Related
Background: I am trying to learn from a notebook used in Kaggle House Price Prediction Dataset.
I am trying to use a Pipeline to transform numerical and categorical columns in a dataframe. It is having issues with my Categorical variables' names, which is a list stored in this variable categ_cols_names. It says that those categorical columns are not unique in dataframe, which I'm not sure what that means.
categ_cols_names = ['MSZoning','Street','LotShape','LandContour','Utilities','LotConfig','LandSlope','Neighborhood','Condition1','Condition2','BldgType','HouseStyle','OverallQual','OverallCond','YearBuilt','YearRemodAdd','RoofStyle','RoofMatl','Exterior1st','Exterior2nd','MasVnrType','ExterQual','ExterCond','Foundation','BsmtQual','BsmtCond','BsmtExposure','BsmtFinType1','BsmtFinType2','Heating','HeatingQC','CentralAir','Electrical','BsmtFullBath','BsmtHalfBath','FullBath','HalfBath','BedroomAbvGr','KitchenAbvGr','KitchenQual','Functional','Fireplaces','GarageType','GarageYrBlt','GarageFinish','GarageCars','GarageQual','GarageCond','PavedDrive','MoSold','YrSold','SaleType','SaleCondition','OverallQual','GarageCars','FullBath','YearBuilt']
Below is my code:
# Get numerical columns names
num_cols_names = X_train.columns[X_train.dtypes != object].to_list()

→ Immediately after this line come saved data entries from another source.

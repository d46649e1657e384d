"""Values between limits: evenly spaced ones, and samples that fill a box of several keys.

Samples are scipy.stats.qmc's: Latin hypercube or scrambled Sobol points.
"""

from __future__ import annotations

import math
from collections.abc import Mapping, Sequence
from dataclasses import dataclass
from typing import Any, Literal, get_args

import numpy as np

from femag.design_file import as_written, plain_value
from femag.errors import InputError
from femag.study.plan import MOST_CASES, Factor

Method = Literal["sobol", "latin hypercube"]
METHODS: tuple[Method, ...] = get_args(Method)
ACCEPTED_RANGE = "[first, last], or [first, last, 'log'] of numbers above 0"
ACCEPTED_STEPS = "a list of values, or 'first:last:number', or 'first:last:number:log'"
DIGITS = 9
"""Significant digits of sampled values, so that they read well."""


@dataclass(frozen=True)
class Span:
    """What lies between two values of a key.

    Parameters
    ----------
    key : str
        Dotted key of the design file.
    first, last : float
        SI.
    log : bool
        Whether equal ratios count as equal steps.
    whole : bool
        Whether only whole numbers are meant.
    """

    key: str
    first: float
    last: float
    log: bool = False
    whole: bool = False

    def at(self, share: float) -> Any:
        """Return the value as in a design file at a share of the way, 0 to 1."""
        if self.whole:
            low, high = sorted((self.first - 0.5, self.last + 0.5))
            place = share if self.last >= self.first else 1.0 - share
            inside = math.floor(_between(low, high, place, self.log and low > 0.0) + 0.5)
            return int(min(max(inside, low + 0.5), high - 0.5))
        value = _between(self.first, self.last, share, self.log)
        rounded = float(f"{value:.{DIGITS}g}")
        low, high = sorted((self.first, self.last))
        return as_written(self.key, min(max(rounded, low), high))


def _between(first: float, last: float, share: float, log: bool) -> float:
    if log:
        return float(first * (last / first) ** share)
    return first + (last - first) * share


def span_of(key: str, values: Sequence[Any], accepted: str = ACCEPTED_RANGE) -> Span:
    """Return the span of ``[first, last]`` or ``[first, last, "log"]``.

    Parameters
    ----------
    key : str
        Dotted key.
    values : sequence
        As in a design file.
    accepted : str
        For messages.

    Raises
    ------
    InputError
        If they are none.
    """
    ends, spacing = values[:2], values[2:]
    if isinstance(values, str) or len(ends) != 2 or list(spacing) not in ([], ["log"], ["even"]):
        raise InputError("not a range", key=key, value=values, accepted=accepted)
    first, last = (plain_value(key, end) for end in ends)
    numbers = [isinstance(end, int | float) and not isinstance(end, bool) for end in (first, last)]
    log = list(spacing) == ["log"]
    if not all(numbers) or first == last or (log and min(first, last) <= 0.0):
        raise InputError("not a range", key=key, value=values, accepted=accepted)
    return Span(key, first, last, log, isinstance(first, int) and isinstance(last, int))


def steps_of(key: str, text: str) -> list[Any]:
    """Return the values of ``first:last:number`` or ``first:last:number:log``.

    Raises
    ------
    InputError
        If the text does not read.
    """
    parts = [part.strip() for part in text.split(":")]
    if len(parts) not in (3, 4) or not (parts[2].isascii() and parts[2].isdigit()):
        raise InputError("not a row of steps", key=key, value=text, accepted=ACCEPTED_STEPS)
    number = int(parts[2][:9])
    if not 2 <= number <= MOST_CASES:
        raise InputError(f"{number} steps", key=key, value=text, accepted=f"2 to {MOST_CASES}")
    ends = [_number_or_text(part) for part in parts[:2]]
    span = span_of(key, [*ends, *parts[3:]], ACCEPTED_STEPS)
    if span.whole:
        steps = [_between(span.first, span.last, k / (number - 1), span.log) for k in range(number)]
        return [round(step) for step in steps]
    return [span.at(step / (number - 1)) for step in range(number)]


def _number_or_text(part: str) -> Any:
    for kind in (int, float):
        try:
            return kind(part)
        except ValueError:
            pass
    return part


@dataclass(frozen=True)
class Sample:
    """Cases that fill a box of several keys.

    Parameters
    ----------
    ranges : mapping of str to sequence
        Ends of each key: ``("0.1 mm", "2 mm")``, or numbers in SI, with ``"log"`` as a third where
        equal ratios count as equal steps.
    cases : int
        Number of cases; for Sobol points a power of 2.
    method : {"sobol", "latin hypercube"}
        How they are drawn.
    seed : int
        Of the random numbers; the same seed gives the same cases.
    """

    ranges: Mapping[str, Sequence[Any]]
    cases: int
    method: Method = "sobol"
    seed: int = 0

    def __post_init__(self) -> None:
        if self.method not in METHODS:
            accepted = " or ".join(map(repr, METHODS))
            raise InputError("unknown", key="sample.method", value=self.method, accepted=accepted)
        if not 1 <= self.cases <= MOST_CASES or self.seed < 0:
            raise InputError(
                "out of range", key="sample", value=(self.cases, self.seed),
                accepted=f"1 to {MOST_CASES} cases, seed 0 or above",
            )  # fmt: skip
        if self.method == "sobol" and self.cases & (self.cases - 1):
            raise InputError(
                "no power of 2", key="sample.cases", value=self.cases,
                accepted="256 or the like for 'sobol', any number for 'latin hypercube'",
            )  # fmt: skip
        if not self.ranges:
            raise InputError("empty", key="ranges", accepted="one key or more")

    def factor(self) -> Factor:
        """Return the factor whose rows are the cases.

        Raises
        ------
        InputError
            If a range cannot be used.

        References
        ----------
        scipy.stats.qmc: Sobol (scrambled), LatinHypercube.
        """
        from scipy.stats import qmc

        spans = [
            span_of(key, [as_written(key, value) for value in values])
            for key, values in self.ranges.items()
        ]
        engine = qmc.Sobol if self.method == "sobol" else qmc.LatinHypercube
        points = np.asarray(engine(len(spans), rng=self.seed).random(self.cases))
        rows = tuple(
            tuple(span.at(share) for span, share in zip(spans, point, strict=True))
            for point in points.tolist()
        )
        return Factor("sample", tuple(self.ranges), rows, alike=True)
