"""The key core.material of design files."""

from dataclasses import replace
from pathlib import Path

import numpy as np
import pytest

import femag as fm
from femag.design import design_hash
from femag.design_file import design_document, design_from_document, design_from_toml
from femag.export.result_file import read_result, write_result

TEXT = """\
[core]
size = "P 26/16"
material = "mnzn-power-25C"
[[gap]]
length = "0.5 mm"
[[winding]]
turns = 50
"""
NAMED = 'material = "mnzn-power-25C"'
CSV = "H [A/m],B [T]\n25,0.09\n50,0.18\n100,0.28\n250,0.38\n250,0.381\n"


def with_material(value: str) -> str:
    return TEXT.replace(NAMED, f"material = {value}")


@pytest.mark.parametrize(
    ("value", "name", "temperature"),
    [
        ('"mnzn-power-25C"', "mnzn-power", 25.0),
        ('"mnzn-power-60C"', "mnzn-power", 60.0),
        ('{ name = "mnzn-power", temperature = "60 C" }', "mnzn-power", 60.0),
        ('"silicon-steel"', "silicon-steel", None),
        ('{ name = "powder-60" }', "powder-60", None),
    ],
)
def test_a_library_material_by_name(value: str, name: str, temperature: float | None) -> None:
    assert design_from_toml(with_material(value)).material == fm.material(name, temperature)


def test_the_path_of_a_material_is_against_the_design_file(tmp_path: Path) -> None:
    (tmp_path / "data").mkdir()
    (tmp_path / "data/sheet.csv").write_text(CSV)
    (tmp_path / "design.toml").write_text(with_material('"data/sheet.csv"'))
    (tmp_path / "other.toml").write_text(with_material('{ file = "data/sheet.csv" }'))
    design = fm.read_design(tmp_path / "design.toml")
    assert design.material == fm.material(str(tmp_path / "data/sheet.csv"))
    assert design.material.notes
    assert fm.read_design(tmp_path / "other.toml") == design


def test_a_material_file_has_temperatures(tmp_path: Path) -> None:
    points = "points = [[25, 0.1], [50, 0.2], [100, 0.3]]\n"
    head = 'name = "x"\nsource = "y"\nunits = { field_strength = "A/m", flux_density = "T" }\n'
    curves = "".join(f'[[curve]]\ntemperature = "{t} C"\n{points}' for t in (25, 100))
    (tmp_path / "my.toml").write_text(head + curves)
    value = '{ file = "my.toml", temperature = "60 C" }'
    (tmp_path / "design.toml").write_text(with_material(value))
    assert fm.read_design(tmp_path / "design.toml").material.name == "x at 60 C"
    (tmp_path / "design.toml").write_text(with_material('"my.toml"'))
    with pytest.raises(fm.InputError) as caught:
        fm.read_design(tmp_path / "design.toml")
    assert caught.value.key == "core.material.temperature"


@pytest.mark.parametrize(
    "curve",
    [
        fm.material("mnzn-power-25C"),
        fm.material("mnzn-power-60C"),
        fm.material("powder-60"),
        fm.TabulatedCurve(((1.0, 1 / 300), (2.0, 2 / 300), (1e5 / 3, 0.5)), notes=("a", "b")),
    ],
    ids=["library", "between", "powder", "own"],
)
def test_out_and_in_is_the_same_design(curve: fm.TabulatedCurve, tmp_path: Path) -> None:
    design = replace(design_from_toml(TEXT), material=curve)
    again = design_from_toml(fm.design_toml(design))
    assert again == design
    assert again.material.notes == curve.notes
    assert design_hash(again) == design_hash(design)
    assert design_from_document(design_document(design)) == design


def test_a_result_file_holds_its_material(tmp_path: Path) -> None:
    result = fm.solve(design_from_toml(TEXT), tolerance=0.01)
    write_result(result, tmp_path / "result.json")
    assert read_result(tmp_path / "result.json").design == result.design


def test_the_hash_sees_points_and_no_text() -> None:
    design = design_from_toml(TEXT)
    own = design_hash(design)
    renamed = fm.TabulatedCurve(design.material.points, "other", "elsewhere", ("note",))
    assert design_hash(replace(design, material=renamed)) == own
    h, b = design.material.points[-1]
    moved = fm.TabulatedCurve((*design.material.points[:-1], (h, np.nextafter(b, 1.0))))
    assert design_hash(replace(design, material=moved)) != own


BAD = [
    ('"mnzn-pwer"', "core.material = 'mnzn-pwer': no material of this name; accepted: mnzn-power"),
    ('"mnzn-power"', "core.material.temperature: mnzn-power has curves at several temperatures"),
    ('"mnzn-power-120C"', "core.material.temperature = '120 C': out of the range of mnzn-power"),
    (
        '{ name = "mnzn-power", temperature = "60 K" }',
        "core.material.temperature = '60 K': not a temperature",
    ),
    (
        '{ name = "nizn", saturation = "1 T" }',
        "core.material.saturation = '1 T': does not go with name",
    ),
    (
        '{ permeability = 20, temperature = "25 C" }',
        "does not go with permeability; accepted: beside",
    ),
    ('{ saturation = "1 T" }', "core.material: nothing says what the material is"),
    ("{}", "core.material: nothing says what the material is"),
    ("5", "core.material = 5: not usable; accepted: a name such as 'mnzn-power-25C'"),
    ('{ points = [["1 A/m", "0.1 T"]] }', "core.material.points: too few points: 1"),
    ("{ points = [[1, 0.1]] }", "core.material.points = [1, 0.1]: the unit is missing"),
    ('{ points = [["1 A/m"]] }', "core.material.points = ['1 A/m']: not a pair of H and B"),
    (
        '{ points = [["1 A/m", "0.1 T"], ["2 A/m", "0.3 T"], ["3 A/m", "0.2 T"]] }',
        "core.material.points: B falls near H = 3 A/m",
    ),
    ('{ file = "x.csv", source = "y" }', "core.material.source = 'y': does not go with file"),
]


@pytest.mark.parametrize(("value", "line"), BAD, ids=[value for value, _ in BAD])
def test_a_bad_material_gets_one_line(value: str, line: str) -> None:
    with pytest.raises(fm.InputError) as caught:
        design_from_toml(with_material(value), "design.toml")
    assert str(caught.value).startswith("design.toml: ")
    assert line in str(caught.value)
    assert "\n" not in str(caught.value)


def test_what_is_wrong_in_a_material_file_names_that_file(tmp_path: Path) -> None:
    (tmp_path / "sheet.csv").write_text("H,B\n1,2\n")
    (tmp_path / "design.toml").write_text(with_material('"sheet.csv"'))
    with pytest.raises(fm.InputError) as caught:
        fm.read_design(tmp_path / "design.toml")
    assert str(caught.value).startswith(f"{tmp_path / 'sheet.csv'}: header = 'H': the unit is")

# Numerical columns with missing values
num_nan_cols = X_train[num_cols_names].columns[X_train[num_cols_names].isna().sum() > 0]
# Assign np.nan type to NaN values in categorical features
# in order to ensure detectability in posterior methods
X_train[num_nan_cols] = X_train[num_nan_cols].fillna(value = np.nan, axis = 1)
# Define pipeline for imputation of the numerical features
num_pipeline = Pipeline(steps = [
('Simple Imputer', SimpleImputer(strategy = 'median')),
('Robust Scaler', RobustScaler()),
('Power Transformer', PowerTransformer())
]
)
# Get categorical columns names
categ_cols_names = X_train.columns[X_train.dtypes == object].to_list()
# Categorical columns with missing values
categ_nan_cols = X_train[categ_cols_names].columns[X_train[categ_cols_names].isna().sum() > 0]
# Assign np.nan type to NaN values in categorical features
# in order to ensure detectability in posterior methods
X_train[categ_nan_cols] = X_train[categ_nan_cols].fillna(value = np.nan, axis = 1)
# Define pipeline for imputation and encoding of the categorical features
categ_pipeline = Pipeline(steps = [
('Categorical Imputer', SimpleImputer(strategy = 'most_frequent')),
('One Hot Encoder', OneHotEncoder(drop = 'first'))
])
ct = ColumnTransformer([
('Categorical Pipeline', categ_pipeline, categ_cols_names),
('Numerical Pipeline', num_pipeline, num_cols_names)],
remainder = 'passthrough',
sparse_threshold = 0,
n_jobs = -1)
pipe = Pipeline(steps = [('Column Transformer', ct)])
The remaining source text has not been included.